Key rotation is the a great example of the confusion. Rotating a key keeps the algorithm fixed and swaps the secret, and most mature systems can do it. Crypto-agility is what you need when the algorithm changes, the signature size changes, the wire format changes, or the trust model changes. That hits things like databases, APIs, clients, tokens, audit trails, and third-party integrations, which is why the migration becomes a systems project and not just a project for your security team.

Ossification is the default outcome

Ossification is the opposite of crypto-agility, and it is the default outcome of success. If your product survives long enough, crypto leaks into into things such as schemas, logs, receipts, client-side validators, embedded devices, and contracts with other teams and vendors. Even if you keep your core service flexible, the edges harden, and the edges are where you usually lose the ability to change anything without breaking something else.

This is also why "we support multiple algorithms" is not the flex people think it is. In the real world you cannot migrate everything at once, so you run two cryptographic worlds at the same time for a while. That coexistence period is where teams either prove agility or accidentally create downgrade paths, messy verification logic, and permanent compatibility modes that never get removed.

If you want a practical test, do not ask whether you can add a new algorithm. Ask whether you can remove one. Could you turn off a legacy signature scheme in <some timeframe relevant to your system> without breaking critical flows? Could you stop accepting an old handshake without taking an outage? If the honest answer is no, then your system does not converge toward agility, it asymptotes toward "support everything forever", and that is ossification.

Why post-quantum makes this urgent

Post-quantum is the reason this matters now, and also the reason generic advice is failing people. Treating post-quantum as a one-time swap misses the real problem, which is repeated change under uncertainty. Standards will evolve, threat models will evolve, and implementations will keep surprising us, especially around side-channels and constant-time behavior. A plan that ends at "we swapped RSA for ML-KEM, shipped it, done" is not a plan, it is a bet that nothing meaningful will change again.
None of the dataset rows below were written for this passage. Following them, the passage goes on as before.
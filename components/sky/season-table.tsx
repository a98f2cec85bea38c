import type { NeverObservableReason, SeasonWindows } from "@/lib/astro/season";
import { addDaysIso } from "@/lib/astro/time";
import { SEASON_WEEK_NIGHTS } from "@/lib/astro/season";
import { formatHours } from "@/lib/astro/sky-format";

const reasonText: Record<NeverObservableReason, string> = {
  "below-limit": "never reaches the altitude limit here",
  "no-dark-time": "above the limit only in daylight or twilight",
  sun: "too close to the Sun whenever it is up in darkness",
};

/** "2031-06-10 – 2031-06-16": the nights of block `week` (the last block may be shorter). */
export function weekRange(season: SeasonWindows, week: number): string {
  const start = season.weekStartDatesIso[week];
  const nights = Math.min(SEASON_WEEK_NIGHTS, season.nightDatesIso.length - week * SEASON_WEEK_NIGHTS);
  return `${start} – ${addDaysIso(start, nights - 1)}`;
}

/**
 * One row per target: total usable dark hours, the best weeks (7-night blocks within 90% of the best),
 * the best single night and the never-observable flag with its reason.
 */
export function SeasonTable({ season, targetIndices }: { season: SeasonWindows; targetIndices: number[] }) {
  return (
    <table className="w-full text-left text-sm" data-testid="season-table">
      <caption className="mb-2 text-left text-dusk-dim">
        Usable dark hours from {season.nightDatesIso[0]} for {season.nightDatesIso.length} nights (Sun below −18°, above{" "}
        {season.limit.apparentDeg.toFixed(1)}°, at least {season.safeSunElongationDeg}° from the Sun)
      </caption>
      <thead className="text-dusk-dim">
        <tr>
          <th scope="col" className="py-1 pr-3">Target</th>
          <th scope="col" className="py-1 pr-3">Total</th>
          <th scope="col" className="py-1 pr-3">Best weeks</th>
          <th scope="col" className="py-1 pr-3">Best night</th>
          <th scope="col" className="py-1">Observable</th>
        </tr>
      </thead>
      <tbody>
        {targetIndices.map((index) => {
          const target = season.targets[index];
          let bestNight = 0;
          for (let night = 1; night < target.hoursDarkPerNight.length; night++) {
            if (target.hoursDarkPerNight[night] > target.hoursDarkPerNight[bestNight]) bestNight = night;
          }
          return (
            <tr key={index} className="border-t border-void-edge">
              <th scope="row" className="py-1 pr-3 font-normal text-dusk">{target.name ?? `target ${index + 1}`}</th>
              <td className="py-1 pr-3 font-mono text-glint">{formatHours(target.totalHoursDark)}</td>
              <td className="py-1 pr-3 font-mono text-glint">
                {target.bestWeekIndices.slice(0, 3).map((week) => weekRange(season, week)).join("; ") || "—"}
              </td>
              <td className="py-1 pr-3 font-mono text-glint">
                {target.isNeverObservable ? "—" : `${season.nightDatesIso[bestNight]} (${formatHours(target.hoursDarkPerNight[bestNight])})`}
              </td>
              <td className={`py-1 ${target.isNeverObservable ? "text-alarm" : "text-dusk"}`}>
                {target.neverObservableReason ? `Never: ${reasonText[target.neverObservableReason]}` : "yes"}
              </td>
            </tr>
          );
        })}
      </tbody>
    </table>
  );
}
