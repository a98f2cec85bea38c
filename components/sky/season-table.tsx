import type { NeverObservableReason, SeasonWindows } from "@/lib/astro/season";
import { formatHours } from "@/lib/astro/sky-format";
import type { ReactNode } from "react";
import { bestWeeksText } from "@/lib/figures/season-view";

const reasonText: Record<NeverObservableReason, string> = {
  "below-limit": "never reaches the altitude limit here",
  "no-dark-time": "above the limit only in daylight or twilight",
  sun: "too close to the Sun whenever it is up in darkness",
};

/** A season table: the caption, the column headings (the first is the target's) and one row per target. */
export function SeasonTableFrame({ caption, columns, children }: { caption: ReactNode; columns: string[]; children: ReactNode }) {
  return (
    <table className="w-full text-left text-sm" data-testid="season-table">
      <caption className="mb-2 text-left text-dusk-dim">{caption}</caption>
      <thead className="text-dusk-dim">
        <tr>
          {columns.map((column, index) => (
            <th key={column} scope="col" className={index < columns.length - 1 ? "py-1 pr-3" : "py-1"}>
              {column}
            </th>
          ))}
        </tr>
      </thead>
      <tbody>{children}</tbody>
    </table>
  );
}

/**
 * The sky page's season (no proposal), one row per target: total usable dark hours, the best weeks
 * (7-night blocks within 90% of the best), the best single night and the never-observable flag with
 * its reason.
 */
export function SeasonTable({ season, targetIndices }: { season: SeasonWindows; targetIndices: number[] }) {
  const caption = (
    <>
      Usable dark hours from {season.nightDatesIso[0]} for {season.nightDatesIso.length} nights (Sun below −18°, above {season.limit.apparentDeg.toFixed(1)}°, at
      least {season.safeSunElongationDeg}° from the Sun)
    </>
  );
  return (
    <SeasonTableFrame caption={caption} columns={["Target", "Total", "Best weeks", "Best night", "Observable"]}>
      {targetIndices.map((index) => {
        const target = season.targets[index];
        let bestNight = 0;
        for (let night = 1; night < target.hoursDarkPerNight.length; night++) {
          if (target.hoursDarkPerNight[night] > target.hoursDarkPerNight[bestNight]) bestNight = night;
        }
        return (
          <tr key={index} className="border-t border-void-edge">
            <th scope="row" className="py-1 pr-3 font-normal text-dusk">{target.name ?? `target ${index + 1}`}</th>
            <td className="py-1 pr-3 font-mono text-glint">{formatHours(target.totalHoursDark)}</td>
            <td className="py-1 pr-3 font-mono text-glint">{bestWeeksText(season.nightDatesIso, target.bestWeekIndices)}</td>
            <td className="py-1 pr-3 font-mono text-glint">
              {target.isNeverObservable ? "—" : `${season.nightDatesIso[bestNight]} (${formatHours(target.hoursDarkPerNight[bestNight])})`}
            </td>
            <td className={`py-1 ${target.isNeverObservable ? "text-alarm" : "text-dusk"}`}>
              {target.neverObservableReason ? `Never: ${reasonText[target.neverObservableReason]}` : "yes"}
            </td>
          </tr>
        );
      })}
    </SeasonTableFrame>
  );
}
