import { describe, expect, it } from "vitest";
import { demoProposal, orbitingStar } from "@/db/seed/demo-scenario";
import { demoCycle, demoInterferometer } from "@/db/seed/demo-sky-cycle";
import { deriveTargetColumns, targetSchedules, type FeasibilitySettings } from "@/lib/workspace/derived";
import { parseDeclinationDeg, parseRightAscensionDeg } from "@/lib/workspace/coordinates";
import { instrumentSchema } from "@/lib/workspace/proposal-schema";
import { createTargetSchema, lensHypothesisErrors } from "@/lib/workspace/target-schema";
import { defaultPhotometrySettings } from "@/lib/workspace/photometry-schema";

/** The demo's invented orbiting star, as the seed stores it under the demo proposal and its cycle. */
describe("the demo's orbiting star (Larkspur-3 b)", () => {
  const settings: FeasibilitySettings = { site: demoProposal.site, instrument: instrumentSchema.parse({ ...demoProposal.instrument, ...demoInterferometer }), photometry: defaultPhotometrySettings, ...demoCycle };
  const row = { ...orbitingStar, raDeg: parseRightAscensionDeg(orbitingStar.ra), decDeg: parseDeclinationDeg(orbitingStar.dec) };
  const columns = deriveTargetColumns(row, settings, targetSchedules(settings, [row])[0]);
  const answer = (id: string) => columns.caseAnswers.find((a) => a.id === id)!;

  it("is a valid target whose elements the target schema accepts", () => {
    const { notes: _notes, status: _status, ...input } = orbitingStar;
    expect(createTargetSchema.safeParse({ ...input }).success).toBe(true);
    expect(lensHypothesisErrors(orbitingStar)).toEqual({});
  });

  it("answers the relativistic-orbit case with its periapsis in the cycle's season and a redshift a 15 km/s spectrograph detects in one epoch", () => {
    expect(columns.answeredCase).toBe("relativistic-orbit");
    expect(answer("periapsis-season").verdict).toBe("feasible");
    expect(answer("redshift-signal").verdict).toBe("feasible");
    expect(answer("precession-signal").verdict).not.toBe("unknown");
  });
});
Post-quantum also makes the trade-offs visible. Bigger keys and signatures stress bandwidth and storage, and hybrid approaches (classical plus post-quantum) trade smoother rollout for more complexity and more things to test. You take that trade because you are migrating an ecosystem, not a single service, and the long tail of clients and verifiers forces a period of coexistence whether you like it or not.

What it looks like in practice

So what does real crypto-agility look like, beyond corporate jargon? It looks like a system designed to survive change: explicit versioning in formats, clear acceptance rules, downgrade resistance treated as a requirement, migration tooling for stored data, observability on who is using what, and an actual deletion plan for old algorithms. It can be pretty boring work, but it is the only work that counts when the next migration arrives.

The reason I frame post-quantum as a crypto-agility migration is simple: if you do not build the capability now, you will pay the cost once and still end up ossified again. Shipping a post-quantum primitive is not the finish line. Being able to change it, safely, on a realistic timeline, is the thing that tells you whether you are actually crypto-agile.

A game

If you made it this far, play a quick game. Pick one system you run today that uses TLS. Now imagine you get told that in six months you must turn off one widely deployed algorithm suite, and you are not allowed to break anything important.

Before you even think about the new crypto, ask yourself if you can answer the boring questions: where does TLS actually terminate in your stack (CDN, WAF, ingress, mesh, proxies), who controls the clients (browsers, mobile apps, embedded devices, enterprise pinning), and where does negotiation happen such that a fallback path could quietly select the weaker option.

Then ask one harder question: could you delete the old thing, not add the new thing. Could you prove from metrics what is still using it, find the long tail of internal tools and partner integrations that keep it alive, and remove it without turning the rollback plan into "turn it back on and hope". If thinking through it feels messy, that is the point, this is what crypto-agility looks like in practice.